**INPUT RECORDS**.
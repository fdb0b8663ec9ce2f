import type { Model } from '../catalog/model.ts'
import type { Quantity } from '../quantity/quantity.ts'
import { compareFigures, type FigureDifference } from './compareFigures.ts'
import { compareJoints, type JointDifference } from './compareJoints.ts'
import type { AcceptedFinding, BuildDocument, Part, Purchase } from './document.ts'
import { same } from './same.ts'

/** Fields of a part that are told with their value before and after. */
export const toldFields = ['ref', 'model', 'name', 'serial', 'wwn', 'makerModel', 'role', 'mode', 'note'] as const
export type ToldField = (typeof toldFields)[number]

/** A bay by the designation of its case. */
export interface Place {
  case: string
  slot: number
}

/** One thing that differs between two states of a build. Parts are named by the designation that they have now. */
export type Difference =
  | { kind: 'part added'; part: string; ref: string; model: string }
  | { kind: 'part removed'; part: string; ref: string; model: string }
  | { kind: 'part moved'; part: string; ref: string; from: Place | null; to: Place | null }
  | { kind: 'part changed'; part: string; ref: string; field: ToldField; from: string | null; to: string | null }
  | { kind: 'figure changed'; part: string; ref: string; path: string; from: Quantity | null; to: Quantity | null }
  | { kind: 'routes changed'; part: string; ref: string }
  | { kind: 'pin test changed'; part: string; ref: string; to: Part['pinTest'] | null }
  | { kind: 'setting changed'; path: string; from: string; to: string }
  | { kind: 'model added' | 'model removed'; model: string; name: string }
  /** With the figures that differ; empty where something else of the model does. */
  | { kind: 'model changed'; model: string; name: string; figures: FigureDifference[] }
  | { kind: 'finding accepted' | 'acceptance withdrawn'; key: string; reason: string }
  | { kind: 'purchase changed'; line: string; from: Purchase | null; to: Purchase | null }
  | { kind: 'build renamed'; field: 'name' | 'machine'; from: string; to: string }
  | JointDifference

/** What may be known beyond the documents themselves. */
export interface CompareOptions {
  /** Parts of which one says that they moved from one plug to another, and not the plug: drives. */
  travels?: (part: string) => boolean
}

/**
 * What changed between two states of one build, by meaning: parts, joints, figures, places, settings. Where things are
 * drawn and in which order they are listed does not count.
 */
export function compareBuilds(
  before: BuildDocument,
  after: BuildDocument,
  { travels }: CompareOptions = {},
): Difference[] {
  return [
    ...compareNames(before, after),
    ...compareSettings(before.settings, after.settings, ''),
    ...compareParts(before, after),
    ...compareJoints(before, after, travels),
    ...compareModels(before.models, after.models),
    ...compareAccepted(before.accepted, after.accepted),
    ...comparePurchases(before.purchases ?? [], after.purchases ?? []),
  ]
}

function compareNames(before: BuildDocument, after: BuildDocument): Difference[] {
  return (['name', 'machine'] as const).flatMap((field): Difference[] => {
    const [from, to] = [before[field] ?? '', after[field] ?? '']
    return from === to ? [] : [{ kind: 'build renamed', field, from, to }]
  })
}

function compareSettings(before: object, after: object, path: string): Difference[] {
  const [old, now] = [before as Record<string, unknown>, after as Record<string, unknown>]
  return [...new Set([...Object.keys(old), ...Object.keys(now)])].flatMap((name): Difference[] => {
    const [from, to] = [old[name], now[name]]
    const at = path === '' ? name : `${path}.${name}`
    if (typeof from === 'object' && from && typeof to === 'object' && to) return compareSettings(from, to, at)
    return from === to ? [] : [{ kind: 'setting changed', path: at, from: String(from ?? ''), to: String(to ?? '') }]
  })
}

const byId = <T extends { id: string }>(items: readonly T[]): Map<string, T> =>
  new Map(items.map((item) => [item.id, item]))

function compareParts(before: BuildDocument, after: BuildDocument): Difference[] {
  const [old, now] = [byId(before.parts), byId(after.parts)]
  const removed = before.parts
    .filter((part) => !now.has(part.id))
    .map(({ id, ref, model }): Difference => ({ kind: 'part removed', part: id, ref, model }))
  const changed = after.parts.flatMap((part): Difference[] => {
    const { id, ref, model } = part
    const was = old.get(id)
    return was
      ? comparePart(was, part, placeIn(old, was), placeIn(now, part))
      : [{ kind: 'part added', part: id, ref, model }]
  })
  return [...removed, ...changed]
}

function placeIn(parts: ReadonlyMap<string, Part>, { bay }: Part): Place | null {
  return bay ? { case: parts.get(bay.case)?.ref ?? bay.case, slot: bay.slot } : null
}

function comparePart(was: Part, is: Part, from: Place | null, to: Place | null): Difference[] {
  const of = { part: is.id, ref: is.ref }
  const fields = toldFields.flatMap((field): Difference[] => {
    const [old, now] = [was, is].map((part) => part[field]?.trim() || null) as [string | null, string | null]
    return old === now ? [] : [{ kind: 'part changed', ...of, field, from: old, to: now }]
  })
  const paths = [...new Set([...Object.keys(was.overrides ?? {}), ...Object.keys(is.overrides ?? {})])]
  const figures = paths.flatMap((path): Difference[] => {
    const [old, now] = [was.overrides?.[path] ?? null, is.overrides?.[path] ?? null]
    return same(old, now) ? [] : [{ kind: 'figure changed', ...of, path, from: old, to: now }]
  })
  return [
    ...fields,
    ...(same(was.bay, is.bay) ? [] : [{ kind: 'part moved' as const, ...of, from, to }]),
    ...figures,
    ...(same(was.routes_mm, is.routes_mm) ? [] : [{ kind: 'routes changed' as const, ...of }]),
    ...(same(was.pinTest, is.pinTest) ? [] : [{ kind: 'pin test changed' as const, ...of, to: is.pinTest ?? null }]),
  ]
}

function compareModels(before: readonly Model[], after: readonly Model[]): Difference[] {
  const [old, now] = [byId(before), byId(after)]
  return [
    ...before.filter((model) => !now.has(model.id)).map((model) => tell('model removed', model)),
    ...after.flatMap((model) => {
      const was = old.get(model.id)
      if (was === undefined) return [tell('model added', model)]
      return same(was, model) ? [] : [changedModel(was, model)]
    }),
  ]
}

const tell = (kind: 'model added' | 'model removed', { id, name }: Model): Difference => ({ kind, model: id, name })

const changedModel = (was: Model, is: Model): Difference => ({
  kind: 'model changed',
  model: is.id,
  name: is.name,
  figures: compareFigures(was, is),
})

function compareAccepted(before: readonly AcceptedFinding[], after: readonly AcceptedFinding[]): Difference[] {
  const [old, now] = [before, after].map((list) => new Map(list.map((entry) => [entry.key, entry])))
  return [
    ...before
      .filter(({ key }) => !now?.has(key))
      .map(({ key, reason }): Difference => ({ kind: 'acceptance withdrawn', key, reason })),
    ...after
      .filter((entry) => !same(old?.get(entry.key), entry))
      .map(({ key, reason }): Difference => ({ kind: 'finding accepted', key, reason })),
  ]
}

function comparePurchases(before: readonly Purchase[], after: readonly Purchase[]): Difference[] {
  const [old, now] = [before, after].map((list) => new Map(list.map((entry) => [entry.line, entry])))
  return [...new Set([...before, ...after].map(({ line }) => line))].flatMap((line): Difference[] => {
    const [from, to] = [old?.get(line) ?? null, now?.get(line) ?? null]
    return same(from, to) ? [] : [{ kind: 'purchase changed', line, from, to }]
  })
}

...

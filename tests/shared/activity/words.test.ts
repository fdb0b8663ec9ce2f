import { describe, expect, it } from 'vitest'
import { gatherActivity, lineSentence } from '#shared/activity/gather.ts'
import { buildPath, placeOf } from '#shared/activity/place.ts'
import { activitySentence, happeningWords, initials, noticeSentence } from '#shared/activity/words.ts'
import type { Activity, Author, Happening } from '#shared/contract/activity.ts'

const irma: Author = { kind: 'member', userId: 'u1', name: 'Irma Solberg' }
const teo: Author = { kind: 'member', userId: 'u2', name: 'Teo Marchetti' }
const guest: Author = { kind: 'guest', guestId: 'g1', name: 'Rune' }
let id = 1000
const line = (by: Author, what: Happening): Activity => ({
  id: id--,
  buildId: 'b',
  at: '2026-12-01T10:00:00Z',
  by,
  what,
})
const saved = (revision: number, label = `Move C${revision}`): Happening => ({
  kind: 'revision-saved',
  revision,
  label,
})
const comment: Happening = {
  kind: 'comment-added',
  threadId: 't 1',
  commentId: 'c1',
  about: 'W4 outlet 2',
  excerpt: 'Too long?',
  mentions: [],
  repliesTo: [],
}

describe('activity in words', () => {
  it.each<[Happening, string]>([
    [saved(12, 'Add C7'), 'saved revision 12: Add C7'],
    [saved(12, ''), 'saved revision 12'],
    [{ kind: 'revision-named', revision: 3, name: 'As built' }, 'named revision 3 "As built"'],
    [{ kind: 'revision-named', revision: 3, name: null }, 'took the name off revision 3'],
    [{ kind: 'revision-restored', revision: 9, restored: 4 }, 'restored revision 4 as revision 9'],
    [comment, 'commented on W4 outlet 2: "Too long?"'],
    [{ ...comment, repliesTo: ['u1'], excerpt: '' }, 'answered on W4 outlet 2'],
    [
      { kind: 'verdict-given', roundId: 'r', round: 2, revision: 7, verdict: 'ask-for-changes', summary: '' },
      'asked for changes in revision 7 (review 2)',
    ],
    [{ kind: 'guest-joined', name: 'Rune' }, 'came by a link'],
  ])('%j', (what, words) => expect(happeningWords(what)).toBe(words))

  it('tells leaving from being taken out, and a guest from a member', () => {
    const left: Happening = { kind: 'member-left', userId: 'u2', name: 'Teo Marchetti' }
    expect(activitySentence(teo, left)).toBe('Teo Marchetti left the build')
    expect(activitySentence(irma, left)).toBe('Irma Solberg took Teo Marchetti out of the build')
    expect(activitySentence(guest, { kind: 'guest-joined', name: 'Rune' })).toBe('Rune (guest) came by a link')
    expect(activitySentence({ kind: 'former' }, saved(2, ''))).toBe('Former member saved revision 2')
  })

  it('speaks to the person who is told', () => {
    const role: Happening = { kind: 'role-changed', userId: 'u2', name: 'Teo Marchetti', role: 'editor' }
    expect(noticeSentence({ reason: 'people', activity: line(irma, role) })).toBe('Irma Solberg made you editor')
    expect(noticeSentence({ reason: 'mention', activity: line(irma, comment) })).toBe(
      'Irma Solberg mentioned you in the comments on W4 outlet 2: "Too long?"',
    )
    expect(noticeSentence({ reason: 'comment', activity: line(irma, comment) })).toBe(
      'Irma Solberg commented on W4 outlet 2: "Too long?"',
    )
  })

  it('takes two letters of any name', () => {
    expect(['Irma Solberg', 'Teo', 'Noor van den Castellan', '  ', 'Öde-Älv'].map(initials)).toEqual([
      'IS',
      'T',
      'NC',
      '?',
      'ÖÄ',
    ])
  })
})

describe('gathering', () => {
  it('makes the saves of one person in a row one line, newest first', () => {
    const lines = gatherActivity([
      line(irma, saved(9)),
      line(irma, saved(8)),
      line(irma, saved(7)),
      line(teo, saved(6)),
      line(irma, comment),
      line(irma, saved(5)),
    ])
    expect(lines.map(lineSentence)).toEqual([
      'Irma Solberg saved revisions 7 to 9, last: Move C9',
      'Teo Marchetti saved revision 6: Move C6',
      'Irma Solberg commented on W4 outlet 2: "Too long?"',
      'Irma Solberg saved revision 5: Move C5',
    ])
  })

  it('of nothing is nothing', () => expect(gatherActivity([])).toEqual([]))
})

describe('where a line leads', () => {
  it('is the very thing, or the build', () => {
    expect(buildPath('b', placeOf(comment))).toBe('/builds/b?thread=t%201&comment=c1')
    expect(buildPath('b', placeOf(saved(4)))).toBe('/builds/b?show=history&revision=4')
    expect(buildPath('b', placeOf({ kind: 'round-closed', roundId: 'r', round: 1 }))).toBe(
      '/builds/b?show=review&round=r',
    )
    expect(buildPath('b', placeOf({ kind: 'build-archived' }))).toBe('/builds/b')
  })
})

**EXERCISE GOAL**.
Your answer should consist of the lines from the line with "slot: number" to the line with "kind: 'part moved';" above, repeated exactly, both ends included.

**FINAL ANSWER**.
  slot: number
}

/** One thing that differs between two states of a build. Parts are named by the designation that they have now. */
export type Difference =
  | { kind: 'part added'; part: string; ref: string; model: string }
  | { kind: 'part removed'; part: string; ref: string; model: string }
  | { kind: 'part moved'; part: string; ref: string; from: Place | null; to: Place | null }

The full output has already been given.